A equipe médica do ex-presidente Jair Bolsonaro informou nesta segunda-feira (29) que seu estado de saúde permanece estável após um segundo procedimento para tratar soluços persistentes.

Este procedimento, conhecido como “bloqueio do nervo frênico”, durou aproximadamente uma hora e foi realizado no lado esquerdo. No último sábado (27), o mesmo bloqueio havia sido feito no lado direito.

Durante uma coletiva, os médicos explicaram que o bloqueio no nervo direito foi complementado nesta segunda-feira. O cardiologista Brasil Caiado detalhou que a primeira etapa teve uma dose terapêutica baixa para evitar riscos, mas, como a resposta foi insuficiente, a segunda etapa foi planejada e realizada.

Devido à delicadeza do quadro, espera-se que Bolsonaro continue internado no hospital DF Star, no Distrito Federal, até o dia 1º de janeiro, passando o Ano Novo sob cuidados médicos.

O médico Cláudio Birolini afirmou que após o procedimento são necessárias pelo menos 48 horas para avaliar os resultados e possíveis complicações.

O bloqueio do nervo frênico é indicado para soluços persistentes que não melhoram com medicação. Segundo a equipe, não é recomendado bloquear simultaneamente ambos os nervos devido ao risco respiratório, por isso o tratamento foi dividido em duas etapas.

Bolsonaro está hospitalizado desde quarta-feira para uma cirurgia de hérnia. Na noite anterior, foi submetido a um exame de polissonografia para avaliar apneia do sono e iniciou tratamento para esse quadro, que foi classificado como severo com cerca de 50 interrupções do sono por hora.

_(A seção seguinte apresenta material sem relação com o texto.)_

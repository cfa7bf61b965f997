// The standalone report: escaping, assets embedded once, offline, marked overrides, cautions.
import { describe, expect, it } from "vitest";
import { buildReport, reportMarker, type ReportModel } from "../lib/report/html.js";
import { cautionList as cautions } from "../lib/record/cautions.js";
import { allChecks, collect, plotMime } from "../lib/runner/collect.js";
import { renderHtmlFragment } from "../lib/record/render-html.js";
import escapeHtml from "escape-html";
import type { Notebook } from "../lib/runner/notebook-file.js";
import { analyzeStage } from "../lib/bias/analyze.js";
import { analyzeFrequency, isFrequencyRecord } from "../lib/bias/frequency.js";
import { frequencyRows } from "../lib/bias/frequency-summary.js";
import type { Stage } from "../lib/bias/topology.js";
import { bodePlot } from "../lib/plot/bode.js";
import { Derivation, solverCheckPrefix } from "../lib/record/derivation.js";
import { tableBundle, partMime } from "../lib/notebook/display.js";
import { amperesPerVoltSquared, farads, hertz, meters, ohms, perVolt, volts } from "../lib/quantity.js";

const esc = (t: string) => escapeHtml(t);
const hostile = '<script>alert("x")</script>&';
const model = (over: Partial<ReportModel> = {}): ReportModel => ({
  title: `Title ${hostile}`,
  notebookPath: `/tmp/${hostile}.ipynb`,
  toolVersion: "pinchoff 0.1.0",
  date: new Date("2026-01-02T03:04:05Z"),
  sourceFingerprint: "a".repeat(64),
  inputsFingerprint: "b".repeat(64),
  inputs: [{ name: "ID", text: hostile, dim: "current", value: 2e-4, overridden: true, original: "100 uA" }],
  derivations: [],
  checks: [{ title: `check ${hostile}`, passed: false, value: -0.1, dim: "voltage", min: 0, margin: -0.1, derivation: `d ${hostile}`, cell: 2 }],
  plots: [{ cell: 3, title: `plot ${hostile}`, figure: { data: [{ x: [1], y: [2], name: "</script><b>trace</b>" }] } }],
  failures: [],
  skipped: [],
  ...over,
});

describe("report", () => {
  it("escapes every user string, including inside the plot spec", () => {
    const html = buildReport(model());
    expect(html).not.toContain(hostile);
    expect(html).toContain("&lt;script&gt;alert(&quot;x&quot;)&lt;/script&gt;&amp;");
    // The spec sits inside the plot's drawing script; no "<" may survive there.
    const script = /<script>(\(function \(\) \{\n  var id = [^]*?)<\/script>/.exec(html)![1]!;
    const spec = /spec = (\{.*\}), tries = 0;/.exec(script)![1]!;
    expect(spec).not.toContain("<");
    expect(JSON.parse(spec).data[0].name).toBe("</script><b>trace</b>");
  });

  it("a crafted plot height read back from a notebook never reaches an attribute", () => {
    const crafted = '1px"></div><script>alert("h")</script><div style="';
    const nb: Notebook = {
      nbformat: 4,
      nbformat_minor: 5,
      metadata: {},
      cells: [{ cell_type: "code", id: "p", metadata: {}, source: "", outputs: [{ output_type: "display_data", data: { [plotMime]: { title: "t", summary: "s", figure: { data: [{ x: [1], y: [2] }], layout: { height: crafted } } } } }] }],
    };
    const got = collect(nb, new Map([[0, "ok"]]));
    expect(got.plots).toHaveLength(1);
    const html = buildReport(model({ plots: got.plots }));
    expect(html).not.toContain('alert("h")');
    expect(html).toContain("height:420px");
  });

  it("opens with the results box: verdict, the summary table, every check; then the corner spread and the deck", () => {
    const html = buildReport(
      model({
        parts: [
          { cell: 9, part: "summary", title: "Summary at the chosen values", rows: [{ name: "ID", text: "1.00 mA" }, { name: "VDS − VOV", text: "1.15 V", note: `saturation margin ${hostile}` }] },
          { cell: 5, part: "corner-spread", title: "Spread over 192 corner cases", rows: [{ name: "ID min", text: "852 µA", note: "rg1+ @ -40 °C" }] },
          { cell: 11, part: "spice-deck", title: "SPICE deck", text: `* deck ${hostile}\nM1 d g s s n1\n.end` },
        ],
      }),
    );
    expect(html).not.toContain(hostile);
    const at = (s: string) => html.indexOf(s);
    const box = html.slice(at('<section class="results">'), html.indexOf("</section>", at('<section class="results">')));
    expect(box).toContain("1 of 1 checks fail");
    expect(box).toContain("Summary at the chosen values");
    expect(box).toContain("1.15 V");
    expect(box).toContain("check &lt;script&gt;");
    expect(box).not.toContain("852 µA");
    expect(at('<section class="results">')).toBeLessThan(at("<h2>Design inputs</h2>"));
    expect(at("<h2>Spread over the corners</h2>")).toBeGreaterThan(at("<h2>Derivations</h2>"));
    expect(html).toContain("852 µA");
    expect(html).toMatch(/<pre data-part="spice-deck">\* deck &lt;script&gt;/);
    expect(at("<h2>SPICE deck</h2>")).toBeLessThan(at("<h2>Cautions</h2>"));
    // Without a marked summary the box says how to mark one.
    expect(buildReport(model())).toContain('showTable(rows, title, { part: "summary" })');
  });

  it("lists the solver's KCL check apart from the design checks in the results box, as the record does", () => {
    // Invented stage; the DC record carries design checks and the solver's own KCL residual.
    const stage: Stage = {
      topology: "four-resistor",
      name: "report stage (invented)",
      device: { card: { name: "t", polarity: "nmos", kp: amperesPerVoltSquared(100e-6), vt0: volts(0.7), lambda: perVolt(0.02), provenance: "invented for the tests" }, w: meters(40e-6), l: meters(2e-6) },
      components: { rg1: ohms(680e3), rg2: ohms(220e3), rd: ohms(10e3), rs: ohms(1.5e3) },
      supplies: { vdd: volts(12) },
    };
    const rec = new Derivation("Bias: report stage");
    analyzeStage(stage as never, rec);
    const data = rec.toJSON();
    const checks = allChecks({ derivations: [{ cell: 1, data }], plots: [], parts: [], failures: [], skipped: [] });
    const kcl = data.checks.find((c) => c.title.startsWith(solverCheckPrefix))!;
    expect(kcl.title).toMatch(/KCL/);
    const html = buildReport(model({ checks, derivations: [{ title: data.title, cell: 1, html: renderHtmlFragment(data) }] }));
    const box = html.slice(html.indexOf('<section class="results">'), html.indexOf("</section>", html.indexOf('<section class="results">')));
    const table = (kind: string) => box.slice(box.indexOf(`<table data-checks="${kind}">`), box.indexOf("</table>", box.indexOf(`<table data-checks="${kind}">`)));
    const bare = esc(kcl.title.slice(solverCheckPrefix.length));
    expect(table("design")).not.toContain("KCL");
    expect(table("solver")).toContain(bare);
    expect(box).not.toContain(esc(solverCheckPrefix));
    expect(box.indexOf("<h3>Solver checks</h3>")).toBeGreaterThan(box.indexOf('<table data-checks="design">'));
    for (const c of data.checks.filter((x) => !x.title.startsWith(solverCheckPrefix))) expect(table("design")).toContain(esc(c.title));
    // The record rendered below the box puts the same check under its own solver heading.
    const record = html.slice(html.indexOf('<section class="derivation"'));
    expect(record.indexOf("Solver checks")).toBeGreaterThan(-1);
    expect(record.indexOf(bare)).toBeGreaterThan(record.indexOf("Solver checks"));
    // The verdict still counts every check.
    expect(box).toContain(`All ${data.checks.length} checks pass`);
  });

  it("marks overrides, the failing check and its margin, and carries the record and cautions", () => {
    const html = buildReport(model());
    expect(html).toContain(reportMarker);
    expect(html).toContain("set on the command line");
    expect(html).toContain("100 uA");
    expect(html).toMatch(/class="fail">FAIL/);
    expect(html).toContain("-100 mV"); // margin of -0.1 V
    expect(html).toContain("2026-01-02T03:04:05.000Z");
    expect(html).toContain(Array(8).fill("a".repeat(8)).join("<wbr>"));
    for (const c of cautions) expect(html).toContain(c.replace(/'/g, "&#39;"));
  });

  it("embeds Plotly once when there are plots, not at all otherwise, and fetches nothing", () => {
    const two = buildReport(model({ plots: [model().plots[0]!, model().plots[0]!] }));
    expect(two.match(/<script data-pinchoff-plot-library=/g)).toHaveLength(1);
    expect((two.match(/plotly\.js v\d/g) ?? []).length).toBeLessThanOrEqual(1);
    expect(two.match(/class="pinchoff-plot-area"/g)).toHaveLength(2);
    expect(two).not.toMatch(/<(script|link)[^>]+(src|href)=["']?https?:/i);
    expect(Buffer.byteLength(two)).toBeLessThanOrEqual(6e6);
    const none = buildReport(model({ plots: [] }));
    expect(none).not.toContain("Plotly");
    expect(Buffer.byteLength(none)).toBeLessThan(50_000);
  });

  it("lets a fingerprint wrap only between blocks of 8 digits, never inside a block (issue 7 item 20)", () => {
    const fp = "0123456789abcdef".repeat(4);
    const html = buildReport(model({ inputsFingerprint: fp }));
    expect(html).not.toMatch(/break-all/);
    const code = html.match(/<dt>Inputs fingerprint<\/dt><dd><code class="fp">(.*?)<\/code>/)![1]!;
    const blocks = code.split("<wbr>");
    expect(blocks).toHaveLength(8);
    expect(blocks.every((b) => /^[0-9a-f]{8}$/.test(b))).toBe(true);
    expect(blocks.join("")).toBe(fp);
    expect(html).toMatch(/code\.fp\{overflow-wrap:normal;word-break:normal\}/);
  });
  it("says the run is incomplete when a cell failed", () => {
    const html = buildReport(model({ failures: [{ cell: 4, status: "error", lines: ["Error: invented"], source: "throw 1" }], skipped: [5] }));
    expect(html).toContain("Incomplete: cell 5 failed, 1 later cell(s) not run");
    expect(html).toContain("Error: invented");
  });

  it("files the frequency analysis under its own heading: table, record and Bode plot, apart from the DC record and plots", () => {
    // Invented card and stage for the test.
    const stage: Stage = {
      topology: "four-resistor",
      name: "report stage (invented)",
      device: { card: { name: "t", polarity: "nmos", kp: amperesPerVoltSquared(100e-6), vt0: volts(0.7), lambda: perVolt(0.02), capacitance: { tox: meters(20e-9), cgso: 2e-10 as never, cgdo: 2e-10 as never, cj: 5e-4 as never, cjsw: 2e-10 as never }, provenance: "invented for the tests" }, w: meters(40e-6), l: meters(2e-6) },
      components: { rg1: ohms(680e3), rg2: ohms(220e3), rd: ohms(10e3), rs: ohms(1.5e3) },
      supplies: { vdd: volts(12) },
    };
    const dc = analyzeStage(stage as never);
    const rec = new Derivation("Frequency response: report stage");
    const fa = analyzeFrequency(stage, dc, { source: { resistance: ohms(10e3) }, load: { resistance: ohms(100e3), capacitance: farads(10e-12) }, targets: { lowCorner: hertz(20) } }, rec);
    expect(isFrequencyRecord(rec.toJSON())).toBe(true);
    expect(isFrequencyRecord(new Derivation("DC").note("Bias", "x").toJSON())).toBe(false);
    const rows = frequencyRows(fa);
    expect(rows.map((r) => r.name)).toEqual(expect.arrayContaining(["midband gain", "C bypass", "low corner", "upper corner", "dominant pole"]));
    expect(rows.some((r) => r.name.startsWith("condition: Upper poles"))).toBe(true);
    // The table as a notebook marks it, read back by the runner.
    const nb: Notebook = { nbformat: 4, nbformat_minor: 5, metadata: {}, cells: [{ cell_type: "code", id: "f", metadata: {}, source: "", outputs: [{ output_type: "display_data", data: { [partMime]: tableBundle(rows, "Frequency response at the chosen capacitors", { part: "frequency" })[partMime] } }] }] };
    const parts = collect(nb, new Map([[0, "ok"]])).parts;
    expect(parts).toHaveLength(1);
    const bode = bodePlot(fa);
    const html = buildReport(
      model({
        parts,
        derivations: [
          { title: "DC design", cell: 1, html: "<p>dc record</p>" },
          { title: rec.title, cell: 4, html: "<p>frequency record</p>", section: "frequency" },
        ],
        plots: [model().plots[0]!, { cell: 4, title: "Bode", figure: { data: bode.figure.data as unknown[] } }],
      }),
    );
    const at = (x: string) => html.indexOf(x);
    const freq = html.slice(at("<h2>Frequency response</h2>"), at("<h2>Plots</h2>"));
    expect(at("<h2>Frequency response</h2>")).toBeGreaterThan(at("<h2>Derivations</h2>"));
    expect(freq).toContain("frequency record");
    expect(freq).not.toContain("dc record");
    expect(freq).toContain("Frequency response at the chosen capacitors");
    expect(freq).toContain("low corner");
    expect(freq).toContain("condition: Upper poles");
    expect(freq).toMatch(/Bode/);
    const rest = html.slice(at("<h2>Plots</h2>"));
    expect(rest).not.toContain('"role":"magnitude"');
    // The plotting library is placed once, before the first plot.
    expect(html.split(/<script[^>]*>[^<]{20000,}/).length - 1).toBeLessThanOrEqual(1);
  });
});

O cardiologista Brasil Caiado ressaltou que o bloqueio foi decidido após uma crise intensa de soluços na sexta-feira que prejudicou o sono do ex-presidente, mesmo com o uso máximo das medicações disponíveis. O radiologista Mateus Saldanha afirmou que a intervenção foi um sucesso e durou cerca de uma hora.

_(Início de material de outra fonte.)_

/**
 * The Python side of a headless run: a short nbclient script, run on the
 * interpreter that Jupyter itself uses. It starts the tslab kernel at once,
 * then waits for one JSON line on stdin naming the notebook to run (an empty
 * line or end of input stops it), so the kernel's start-up overlaps the checks
 * and staging done in Node. It executes every code cell, stops at the first
 * failing cell (tslab aborts the rest anyway), writes the executed notebook and
 * prints one JSON line describing each cell (after an early line with the
 * kernel's pid, which runs in a session of its own). Kept as a string so it ships
 * inside dist/ with the rest of the runner.
 */
export const driverSource = String.raw`
import asyncio, json, sys
args = json.loads(sys.argv[1])
try:
    import nbformat
    from nbclient import NotebookClient
    from nbclient.exceptions import CellTimeoutError, DeadKernelError
    from jupyter_client.kernelspec import NoSuchKernel
except ImportError as e:
    print(json.dumps({"fatal": "missing-python-package", "message": str(e)}), flush=True)
    sys.exit(0)

cells = {}
def executed(cell, cell_index, execute_reply):
    c = execute_reply.get("content", {})
    cells[cell_index] = {"status": c.get("status"), "ename": c.get("ename"), "evalue": c.get("evalue")}

async def main():
    client = NotebookClient(nbformat.v4.new_notebook(), kernel_name=args["kernel"], timeout=args["timeout"], startup_timeout=args["startup"],
                            allow_errors=True, on_cell_executed=executed, resources={"metadata": {"path": args["cwd"]}})
    try:
        client.km = client.create_kernel_manager()
        await client.async_start_new_kernel()
        # The kernel runs in a session of its own; Node needs its pid to stop it on an interruption.
        print(json.dumps({"kernel_pid": getattr(client.km.provisioner, "pid", None)}), flush=True)
        await client.async_start_new_kernel_client()
    except NoSuchKernel as e:
        return {"fatal": "no-kernel", "message": str(e)}
    line = await asyncio.get_running_loop().run_in_executor(None, sys.stdin.readline)
    if not line.strip():
        await client._async_cleanup_kernel()
        return {"fatal": "cancelled", "message": "no notebook was given"}
    job = json.loads(line)
    client.nb = nbformat.read(job["input"], as_version=4)
    fatal = None
    try:
        await client.async_execute()
    except CellTimeoutError as e:
        fatal = {"fatal": "timeout", "message": str(e).splitlines()[0] if str(e) else "timeout"}
    except DeadKernelError as e:
        fatal = {"fatal": "dead-kernel", "message": str(e)}
    except Exception as e:
        fatal = {"fatal": "execution", "message": type(e).__name__ + ": " + str(e)}
    if fatal is None or fatal["fatal"] in ("timeout", "dead-kernel"):
        nbformat.write(client.nb, job["output"])
    result = {"cells": {str(k): v for k, v in cells.items()}}
    if fatal:
        result.update(fatal)
    return result

print(json.dumps(asyncio.run(main())), flush=True)
`;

Conforme o cirurgião Birolini, a internação está prevista para durar de cinco a sete dias, e Bolsonaro seguirá com fisioterapia, prevenção de trombose venosa e cuidados clínicos gerais.

O bloqueio do nervo frênico é um procedimento realizado com anestesia local, aplicando medicamento próximo ao nervo sob orientação por ultrassom, indicado para casos onde os soluços causam impacto clínico significativo.

O cirurgião Pedro Bertevello destacou que não há relação direta entre a hérnia inguinal recentemente operada e os soluços. Ele explicou que soluços podem surgir devido a problemas na evacuação do estômago ou irritação do diafragma, podendo estar associados ao refluxo gastroesofágico e hérnia de hiato, condição que envolve a subida de parte do estômago para o tórax.

Além disso, Bertevello esclareceu que hérnia inguinal e hérnia de hiato são distintas, ocorrendo em regiões distintas com causas e efeitos diferentes.

A hérnia inguinal ocorre quando tecidos abdominais, geralmente alças intestinais, saem por pontos enfraquecidos na parede abdominal na região da virilha, podendo causar dor e inchaço, principalmente ao esforço físico.

A fragilidade da parede abdominal pode ser congênita ou adquirida, especialmente após cirurgias abdominais, e as aderências internas dificultam o movimento dos intestinos, facilitando a projeção por essas brechas.

Em casos avançados, o intestino pode ficar preso na hérnia, situação chamada encarceramento.

O cirurgião explicou detalhadamente a estrutura da parede abdominal e como o rompimento das camadas pode ocasionar hérnias.

Não há indicação médica de cirurgia emergencial para o caso de Bolsonaro, conforme os laudos periciais.

O ex-presidente continuará em observação e com os tratamentos indicados até sua recuperação.